# 1950's Monarch Cycle Truck conversion



## Zumo (Mar 29, 2013)

Not sure how this is going to turn out but I wanted to give it a try. 

Here is the frame I started with:






Here is my first mock up after some initial cuts. I still need to cut out the center bar on the frame.




After more progress done on the Cycle Truck. I decided to scrap the top tube I cut off a spare mountain bike and went and picked up 6ft of tubing from Metal Super Markets http://www.metalfortworth.com/ in Ft Worth. They will sell you as much or as little as you want.
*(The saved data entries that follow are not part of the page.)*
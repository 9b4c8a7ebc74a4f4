"""The app's route table, flattened: what the tenancy and role tests walk."""

from __future__ import annotations

from dataclasses import dataclass

from fastapi import FastAPI
from fastapi.routing import APIRoute


@dataclass(frozen=True, slots=True)
class RouteEntry:
    method: str
    path: str
    name: str


def route_table(app: FastAPI) -> list[RouteEntry]:
    """Every (method, path) the app answers with a route of ours (not docs or static)."""
    entries = []
    for route in app.routes:
        router = getattr(route, "original_router", None)
        routes = router.routes if router is not None else [route]
        for inner in routes:
            if isinstance(inner, APIRoute):
                for method in sorted((inner.methods or set()) - {"HEAD"}):
                    entries.append(RouteEntry(method, inner.path, inner.name))
    return entries
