@router.post("/fixtures/{fixture_id}/delete")
def delete_fixture(
    request: Request,
    fixture_id: str,
    session: SessionDep,
    user: SurveyorUser,
    form: FormData = FormDep,
) -> Response:
    fixture = crud.get_owned(session, Fixture, org_id=user.org_id, record_id=fixture_id)
    area = crud.get_owned(session, Area, org_id=user.org_id, record_id=fixture.area_id)
    version = str(form.get("version") or "")
    if version != str(fixture.version):
        view = forms.record_form(FixtureCreate, fixture)
        view.notice = (
            f"Someone else changed this fixture (now version {fixture.version}); it was not "
            "deleted. Check it below and delete again if it should go."
        )
        return _fixture_form(
            request,
            session,
            user,
            view,
            area=area,
            body=fixture,
            fixture=fixture,
            status_code=409,
        )
    crud.delete_owned(session, fixture, user=user)
    return _redirect(f"/areas/{area.id}")


# ---- photos ----


@router.post("/fixtures/{fixture_id}/photos")
def upload_photo(
    request: Request,
    fixture_id: str,
    session: SessionDep,
    settings: SettingsDep,
    user: SurveyorUser,
    form: FormData = FormDep,
) -> Response:
    fixture = crud.get_owned(session, Fixture, org_id=user.org_id, record_id=fixture_id)
    upload = form.get("photo")
    data = b""
    if isinstance(upload, UploadFile):
        with upload.file:
            # One byte more than allowed is enough to know it is too large.
            data = upload.file.read(settings.upload_max_bytes + 1)
    try:
        photo_id = str(uuid.UUID(str(form.get("photo_id") or "")))
    except ValueError:
        photo_id = str(uuid.uuid4())
    try:
        service.add_photo(
            session=session,
            user=user,
            fixture=fixture,
            data=data,
            caption=str(form.get("caption") or ""),
            photo_id=photo_id,
            max_bytes=settings.upload_max_bytes,
        )
    except (InvalidInput, Conflict) as exc:
        session.rollback()
        area = crud.get_owned(session, Area, org_id=user.org_id, record_id=fixture.area_id)
        view = forms.record_form(FixtureCreate, fixture)
        return _fixture_form(
            request,
            session,
            user,
            view,
            area=area,
            body=fixture,
            fixture=fixture,
            photo_error=forms.sentence(exc.message),
            status_code=422,
        )
    return _redirect(f"/fixtures/{fixture.id}#photos")


@router.get("/photos/{photo_id}")
def photo(photo_id: str, session: SessionDep, user: SurveyorUser) -> Response:
    stored = service.get_photo(session=session, org_id=user.org_id, photo_id=photo_id)
    return Response(
        content=stored.data,
        media_type=stored.content_type,
        headers={"Cache-Control": "private, max-age=86400"},
    )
I cut a 2ft piece off and decided to work from there. The piece I cut off the scap bike was only 21" long so this gave me an extra 3" to work with. 

Another progress shot:





Here is how it sits now. I have got everything welded up and am trying to gather more parts.
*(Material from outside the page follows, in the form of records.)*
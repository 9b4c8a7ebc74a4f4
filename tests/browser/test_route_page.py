"""The route page in Chromium at both tablet sizes and the desktop size: an L-shaped
corridor saved through the form, planned, and a refused width shown beside its field;
screenshots into test-artifacts/screenshots/, no sideways scrolling, a label on every
input, touch targets of at least 44 px."""

from __future__ import annotations

import re
import uuid
from collections.abc import Callable
from typing import Any

import pytest

from tests.browser_support import (
    VIEWPORTS,
    Site,
    inputs_without_label,
    no_horizontal_scroll,
    screenshot,
    small_targets,
)
from tests.planner_data import SERIES_FIXTURE

pytestmark = pytest.mark.browser

L_ROUTE = "0,1; 18,1; 18,10"


@pytest.fixture(scope="module")
def l_corridor(site: Site) -> dict[str, Any]:
    """An L-shaped corridor of battens, one of them converted already."""
    with site.api("estimator") as api:

        def made(path: str, body: dict[str, Any]) -> dict[str, Any]:
            answer = api.post(path, json={"id": str(uuid.uuid4()), **body})
            answer.raise_for_status()
            return dict(answer.json())

        building = made("/api/v1/buildings", {"name": "Screenshot block"})
        area = made(
            f"/api/v1/buildings/{building['id']}/areas",
            {
                "name": "Ground floor corridor",
                "kind": "escape-route",
                "length_m": 20,
                "width_m": 12,
                "mounting_height_m": 2.7,
                "profile_id": "eu-escape-route",
                "required_duration_min": 60,
            },
        )
        path = f"/api/v1/areas/{area['id']}/fixtures"
        spots = [(1.5 + 3 * i, 1.0) for i in range(6)] + [(18.0, 3.0 + 3 * i) for i in range(3)]
        fixtures = [
            made(path, {**SERIES_FIXTURE, "tag": f"G-{n:02d}", "x_m": x, "y_m": y})
            for n, (x, y) in enumerate(spots, start=1)
        ]
        fixtures.append(made(path, {**SERIES_FIXTURE, "tag": "G-P", "position_m": 26.5}))
        fixtures.append(made(path, {**SERIES_FIXTURE, "tag": "G-X", "location": "Store room"}))
        proposal = api.put(
            f"/api/v1/fixtures/{fixtures[0]['id']}/proposal",
            json={"module_id": site.catalogue["both"], "pack_id": site.catalogue["big"]},
        ).json()
        api.post(
            f"/api/v1/fixtures/{fixtures[0]['id']}/proposal/accept",
            json={"version": proposal["version"]},
        ).raise_for_status()
    return area


@pytest.mark.parametrize("viewport", list(VIEWPORTS))
def test_route_page_in_chromium(
    page_as: Callable[..., Any],
    l_corridor: dict[str, Any],
    viewport: str,
) -> None:
    page = page_as("estimator", viewport)
    page.goto(f"/areas/{l_corridor['id']}/route")
    page.get_by_label("Centre line points").fill(L_ROUTE)
    page.get_by_label("Route width").fill("1.6")
    page.get_by_role("button", name="Save route").click()
    page.wait_for_url(re.compile(r".*\?saved=1$"))
    screenshot(page, "route", viewport)
    found = {
        "sideways scroll": not no_horizontal_scroll(page),
        "unlabelled": inputs_without_label(page),
        "small": small_targets(page),
    }
    page.get_by_role("button", name="Plan the cheapest conversion").click()
    page.locator(".route-plan-result").wait_for()
    page.get_by_text("What each fixture would give and cost").click()
    screenshot(page, "route-plan", viewport)
    found["plan sideways scroll"] = not no_horizontal_scroll(page)
    found["plan small"] = small_targets(page)
    assert not any(found.values()), found
    assert page.locator(".plan-chosen").count() >= 1
    # Bad input in the browser: the message beside the field, the input kept.
    page.get_by_label("Route width").fill("-2")
    page.get_by_role("button", name="Save route").click()
    page.locator("#width_m-error").wait_for()
    assert page.get_by_label("Route width").input_value() == "-2"
    screenshot(page, "route-error", viewport)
I have not figured out how I will mount the panel but had planed to use some sort of C-clips to go around the frame bars. We'll see. 
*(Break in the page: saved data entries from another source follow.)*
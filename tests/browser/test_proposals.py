"""An estimator builds an area's proposals at a desk: suggest, choose, accept, override, filter."""

from __future__ import annotations

from typing import Any

import pytest
from playwright.sync_api import expect

from tests.browser_support import Site, new_site, no_horizontal_scroll, screenshot
from tests.planner_data import SERIES_FIXTURE

pytestmark = pytest.mark.browser


def test_estimator_suggests_chooses_and_accepts(page_as: Any, site: Site) -> None:
    made = new_site(
        site,
        fixtures=[
            {**SERIES_FIXTURE, "tag": "C-01"},
            {**SERIES_FIXTURE, "tag": "C-02"},
            {**SERIES_FIXTURE, "tag": "C-03", "lamp_type": "LED-tube"},
        ],
    )
    first, second, third = (fixture["id"] for fixture in made["fixtures"])
    page = page_as("estimator", "1440x900")
    page.goto(f"/areas/{made['area']['id']}/proposals")
    expect(page.locator(".filters a", has_text="None yet")).to_have_text("None yet (3)")

    row = page.locator(f"#row-{first}")
    row.get_by_role("button", name="Suggest").click()
    expect(row.locator(".verdict-line .badge").first).to_have_text("Pass")
    expect(row).to_contain_text("Test module, both ends, 7 W with Test pack NiCd 4.8 V 4.5 Ah")
    expect(row).to_contain_text("(estimate)")
    row.get_by_role("button", name="Accept").click()
    expect(row.locator(".badge.accepted")).to_have_text("Accepted")

    page.locator(f"#row-{third}").get_by_role("button", name="Suggest").click()
    expect(page.locator(f"#row-{third} .notice.info")).to_contain_text("nearest miss")

    page.locator(f"#row-{second}").get_by_role("link", name="Choose").click()
    page.get_by_label("Module", exact=True).select_option(label="Test module, one end, 7 W")
    page.get_by_label("Pack", exact=True).select_option(label="Test pack NiCd 4.8 V 4.5 Ah")
    page.get_by_role("button", name="Check and save").click()
    expect(page.locator(".verdict-line .badge").first).to_have_text("Fail")
    expect(page.locator(".cautions")).to_contain_text("unplug the pack")
    screenshot(page, "proposal-fail", "1440x900")
    page.get_by_role("button", name="Accept with this reason").click()
    expect(page.locator("#override_reason-error")).to_contain_text("needs a reason")
    page.get_by_label("Why accept it although its checks fail?").fill(
        "Series link to be broken on site; both ends rewired by the fitter."
    )
    page.get_by_role("button", name="Accept with this reason").click()
    expect(page.locator(".notice.success")).to_contain_text("Accepted")

    page.goto(f"/areas/{made['area']['id']}/proposals?verdict=fail")
    expect(page.locator(".proposal-row .tag")).to_have_text(["C-02"])
    page.get_by_role("link", name="All (3)").click()
    expect(page.locator(".proposal-row .badge.accepted")).to_have_count(2)
    assert no_horizontal_scroll(page)
    screenshot(page, "proposals-area", "1440x900")
    with site.api() as api:
        stored = api.get(f"/api/v1/fixtures/{second}/proposal").json()
    assert stored["status"] == "accepted" and stored["override_reason"].startswith("Series")


def test_suggest_for_every_fixture_of_the_area(page_as: Any, site: Site) -> None:
    made = new_site(site, fixtures=[{**SERIES_FIXTURE, "tag": f"D-{n:02d}"} for n in range(1, 5)])
    page = page_as("estimator", "1180x820")
    page.goto(f"/areas/{made['area']['id']}/proposals")
    page.get_by_role("button", name="Suggest for the 4 without one").click()
    expect(page.locator(".notice.success").first).to_contain_text("for 4 fixture(s)")
    expect(page.locator(".filters a", has_text="Pass")).to_have_text("Pass (4)")
    assert no_horizontal_scroll(page)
I still have to figure out how I am going to build the basket/crate mount. The only point of reference I have or pics on the internet. it would be nice if I could see a bike up close.

I want to build this  as authentic looking as I can. Except for the rim and tire size, I am going to use a 24" x 3 black rim and tire combo for the back and a nice fat  20" x 2.125 on a black rim for the front. I have got a rear fender figured out but need a front fender.

Right now I am thinking of painting a steel blue color similar to this:


----------



## 1973rx3 (Mar 31, 2013)

Awesome I like it keep up the good work!


----------



## militarymonark (Mar 31, 2013)

thats really neat, can't wait to see the finished product.


----------



## Greg M (Mar 31, 2013)

And here I thought I was the only one to have that idea, I guess great minds think alike 
Great job so far.  Can't wait for the finished product.

-Greg


----------



## Zumo (Apr 1, 2013)

*Thansk!*

Thanks guys, I am still a litle novice with the welding but I don't think it's nothing a little grinding and filler can;t clean up.

I am going to put a 24" wheel with w 3 speed hub on that back too so I am looking for a 36 hole 24" rim

While looking for a wooden crate at the flea market this weekend I came along this well put together aluminum box about the same size of a crate I was searching for. Paid the guy $20 for it.


----------



## Zumo (May 20, 2013)

Got the fork tube extended and welded up for a mock up. Assembled and tightened to make sure it holds up.













Also fitted a Nirve fat-A$$ 24" tires on the back.


----------



## OldSkipTooth (Jun 26, 2022)

Old thread, but I’d love to this project completed!


----------



## mrg (Jun 26, 2022)

The guy hasn't been on here in 8 years so probably will never know, probably in someones junk pile!


----------